= Joe Macko =

American baseball player (1928–2014)

Macko with the Dallas Eagles

Joseph John Macko (February 19, 1928 – December 26, 2014) was an American long-time minor league baseball first baseman who hit over 300 home runs at that level. He also managed in the minors for three seasons. He was born in Port Clinton, Ohio.

==Career==
Macko played from 1948 to 1964 and again in 1970, hitting .272 with 306 home runs in 1,987 games. He eclipsed the 20-home run mark seven times and the 25-home run mark five times, hitting a career high of 37 in 1956, while splitting the season between the San Diego Padres and Dallas Eagles. He also pitched for parts of four seasons, compiling a record of 11–7 with a 3.70 ERA in 37 games (15 starts). For the 1948 Batavia Clippers, he was one of the primary starters.

In 1961, he managed the St. Cloud Rox, leading the team to the league finals, which they lost. He managed the Wenatchee Chiefs in 1962 and again in 1964, leading them to a league championship victory in his first year with the team. In 1963, he skippered the Amarillo Gold Sox, and through those years managed multiple notable players, including Hall of Fame outfielder Lou Brock and major league All-Star slugger Roger Maris.

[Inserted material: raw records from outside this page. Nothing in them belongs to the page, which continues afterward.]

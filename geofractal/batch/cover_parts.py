"""Parts of class maps: one measure of one map, with a content key; finished ones are kept on disk."""

from __future__ import annotations

import hashlib
import json
import os
import time
from collections.abc import Callable, Iterator, Mapping
from contextlib import contextmanager
from dataclasses import dataclass, field
from functools import cached_property
from pathlib import Path
from typing import Any

import numpy as np
import pyarrow as pa
import pyarrow.parquet as pq

from geofractal.batch.cover_plan import CoverPlan, CoverWork, class_values
from geofractal.batch.patch_layers import draw_patches
from geofractal.batch.zone_layers import (
    barriers_of,
    polygon_barriers_of,
    polygon_zones_of,
    read_rows,
    zones_of,
)
from geofractal.cover_map import RasterCover
from geofractal.kernels.codes import count_codes
from geofractal.landcover.covers import asked_packs
from geofractal.landcover.strips import Strip
from geofractal.measure import FIGURE_COLUMNS, CoverMap, Ints
from geofractal.polygon_cover import PolygonCover
from geofractal.progress import Progress, Stage
from geofractal.reader.raster import Raster
from geofractal.registry import load_cover_measure
from geofractal.versions import code_digest
from geofractal.writer.commit import flush, in_plain_words
from geofractal.writer.sources import Fingerprint, check_unchanged

Prints = Mapping[Path, Fingerprint]
"""Fingerprints of the files that a batch reads."""

FIGURES = pa.schema(
    [
        pa.field(name, pa.float64() if name in {"cell_size_m", "estimate", "low", "high"} else pa.string())
        for name in FIGURE_COLUMNS
    ]
)


@dataclass(frozen=True)
class CoverPart:
    """What one measure of a class map gave.

    Attributes
    ----------
    figures : columns `FIGURE_COLUMNS`
    patches : file of the patches asked for, with their polygons; None where there are none
    zone_problems : name of each zone that could not be measured, and why
    zone_overlaps : name of each zone that shares cells with others, and those
    barriers_left_out, polygons_left_out : why geometries are no barrier or patch, and how many
    classes : cells of each class that was met
    seconds : time that measuring took, when it was done
    """

    figures: pa.Table
    patches: Path | None
    zone_problems: dict[str, str]
    zone_overlaps: dict[str, list[str]]
    barriers_left_out: dict[str, int]
    polygons_left_out: dict[str, int]
    classes: dict[str, int]
    seconds: float


@dataclass(frozen=True)
class WatchedRaster(Raster):
    """A raster that tells each strip it hands out."""

    told: Callable[[Strip], None] = lambda _: None

    def strips(self) -> Iterator[Strip]:
        """Yield the raster's strips; each is told once the caller is done with it."""
        for strip in super().strips():
            yield strip
            self.told(strip)


@dataclass
class Census:
    """Counts the cells of each class in the first reading of a map, and tells the rows of all readings."""

    stage: Stage
    counts: Ints = field(default_factory=lambda: np.zeros(1, np.int64))
    first: bool = True

    def __call__(self, strip: Strip) -> None:
        """Add a strip."""
        self.stage.advance(strip.rows)
        if self.first:
            most = int(strip.codes.max()) + 2
            self.counts = np.pad(self.counts, (0, max(0, most - len(self.counts))))
            count_codes(np.ascontiguousarray(strip.codes).ravel(), self.counts)
            self.first = not strip.last


@dataclass
class Opening:
    """The map of a part, opened once it is needed, and what is told of its readings."""

    plan: CoverPlan
    work: CoverWork
    census: Census

    @cached_property
    def cover(self) -> CoverMap:
        """Return the map as its measure gets it."""
        return open_cover(self.plan, self.work, self.census)


def cover_part(
    plan: CoverPlan, work: CoverWork, prints: Prints, folder: Path, progress: Progress
) -> CoverPart:
    """Return what a measure of a class map gives, from an earlier run where that is kept in `folder`."""
    key = part_key(plan, work, prints)
    kept, patches = folder / f"{key}.figures.parquet", folder / f"{key}.patches.parquet"
    with progress.stage(plan.name, work.request.measure, None, "rows") as stage:
        opening = Opening(plan, work, Census(stage))
        if not kept.exists():
            _measure(opening, prints, kept)
    table = pq.read_table(kept)
    told = json.loads(table.schema.metadata[b"geofractal"])
    figures = table.replace_schema_metadata(None)
    if work.request.patch_rule() is None:
        return CoverPart(figures, None, **told)
    if not patches.exists():
        _draw(opening, prints, figures, patches, progress)
    return CoverPart(figures, patches, **told)


def part_key(plan: CoverPlan, work: CoverWork, prints: Prints) -> str:
    """Return the content key of a part: equal for equal sources, options and code."""
    request = work.request
    measure = load_cover_measure(request.measure)
    said = [code_digest(), request.measure, str(measure.version), request.options.model_dump_json()]
    said += [repr(request.covers), repr(plan.groups), repr((request.class_column, request.dissolve))]
    said += [repr([one.width_m for one in request.barriers])]
    said.append(repr(plan.budget_percent if plan.raster is None else plan.raster.options))
    said += [prints[file].sha256 for file in plan.files]
    for layer in (*((plan.polygons,) if plan.polygons else ()), *work.layers):
        held = layer.layer
        said.append(repr((layer.info.layer, layer.info.crs, held.id, held.where, held.prepare.repair)))
        said.append(prints[layer.info.path].sha256)
    return hashlib.blake2b("\x00".join(said).encode(), digest_size=16).hexdigest()


def confirm(prints: Prints) -> None:
    """Raise `SourceChangedError` if a file that was read is not what it was."""
    for path, before in prints.items():
        check_unchanged(path, before)


def _measure(opening: Opening, prints: Prints, kept: Path) -> None:
    """Measure, and keep the figures."""
    begun = time.monotonic()
    work, census, cover = opening.work, opening.census, opening.cover
    measure = load_cover_measure(work.request.measure)
    if cover.raster is not None and (readings := measure.readings(cover, work.request.options)) is not None:
        census.stage.total = readings * cover.raster.grid.rows
    result = measure.measure(cover, work.request.options)
    confirm(prints)  # else the key would be that of other bytes
    names = cover.raster.legend.names if cover.raster else []
    zones = cover.zones
    told = {
        "zone_problems": _named(zones, "problems"),
        "zone_overlaps": {
            name: [zones.names[other] for other in others]
            for name, others in (_named(zones, "overlaps")).items()
        },
        "barriers_left_out": cover.barriers.left_out if cover.barriers else {},
        "polygons_left_out": cover.left_out if isinstance(cover, PolygonCover) else {},
        "classes": {name: int(count) for name, count in zip(names, census.counts[1:], strict=False) if count},
        "seconds": time.monotonic() - begun,
    }
    table = pa.Table.from_pandas(result.figures[list(FIGURE_COLUMNS)], FIGURES, preserve_index=False)
    keep(table.replace_schema_metadata({"geofractal": json.dumps(told)}), kept)


def _draw(opening: Opening, prints: Prints, figures: pa.Table, drawn: Path, progress: Progress) -> None:
    """Draw the patches of a measure into a file that is kept; of a raster this takes a further reading."""
    cover = opening.cover
    total = None
    if cover.raster is not None:
        total = len(asked_packs(cover.covers, cover.groups)) * cover.raster.grid.rows
    unit = "patches" if total is None else "rows"
    with progress.stage(opening.plan.name, "draw patches", total, unit) as stage, being_kept(drawn) as part:
        opening.census.stage = stage
        for count in draw_patches(cover, opening.work, figures, part):
            if total is None:
                stage.advance(count)
        confirm(prints)  # else the polygons would not be those of the figures


def _named(zones: Any, what: str) -> dict[str, Any]:
    """Return what is told of zones, by name, where there is something to tell."""
    if zones is None:
        return {}
    return {name: told for name, told in zip(zones.names, getattr(zones, what), strict=True) if told}


def open_cover(plan: CoverPlan, work: CoverWork, told: Callable[[Strip], None]) -> CoverMap:
    """Return the map of a part as its measure gets it; `told` hears of every strip that is read."""
    if plan.polygons is not None:
        return _polygons(plan, work)
    assert plan.raster is not None
    watched = WatchedRaster(
        **{name: getattr(plan.raster, name) for name in Raster.__dataclass_fields__}, told=told
    )
    grid = plan.raster.grid
    zones = None if work.zones is None else zones_of(work.zones, read_rows(work.zones), grid)
    widths = [one.width_m for one in work.request.barriers]
    barriers = barriers_of(work.barriers, widths, grid) if work.barriers else None
    return RasterCover(watched, zones, barriers, plan.groups, work.request.covers)


def _polygons(plan: CoverPlan, work: CoverWork) -> PolygonCover:
    from pyproj import CRS

    assert plan.polygons is not None
    info, rows, request = plan.polygons.info, read_rows(plan.polygons), work.request
    classes = None
    if request.class_column is not None:
        classes = np.array([*class_values(info, request.class_column), None], object)[:-1][rows.wanted]
    crs, polygons = CRS.from_user_input(info.crs), rows.geometries[rows.wanted]
    widths = [one.width_m for one in request.barriers]
    return PolygonCover(
        polygons,
        classes,
        crs,
        request.covers,
        request.dissolve,
        None if work.zones is None else polygon_zones_of(work.zones, polygons, crs),
        polygon_barriers_of(work.barriers, widths, crs) if work.barriers else None,
        plan.groups,
        budget=plan.budget_percent / 100,
    )


def keep(table: pa.Table, kept: Path) -> None:
    """Write a table that is kept."""
    with being_kept(kept) as part:
        pq.write_table(table, part)


@contextmanager
def being_kept(kept: Path) -> Iterator[Path]:
    """Give a file to write beside its place, and rename it into it when whole."""
    unfinished = kept.with_suffix(f".{os.getpid()}.part")
    with in_plain_words(kept):
        yield unfinished
        flush(unfinished)
        unfinished.replace(kept)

Following his playing and managerial career, Macko was the general manager of the Dallas-Fort Worth Spurs in 1970 and 1971 before becoming the longtime clubhouse manager for the Texas Rangers.

He was also a member of the Chicago Cubs' College of Coaches in 1964.

==Death==
On December 26, 2014, Joe Macko died at the age of 86.

==Personal life==
His son, Steve Macko, played for the Chicago Cubs in 1979 and 1980, but died in 1981 at age 27 as the result of testicular cancer.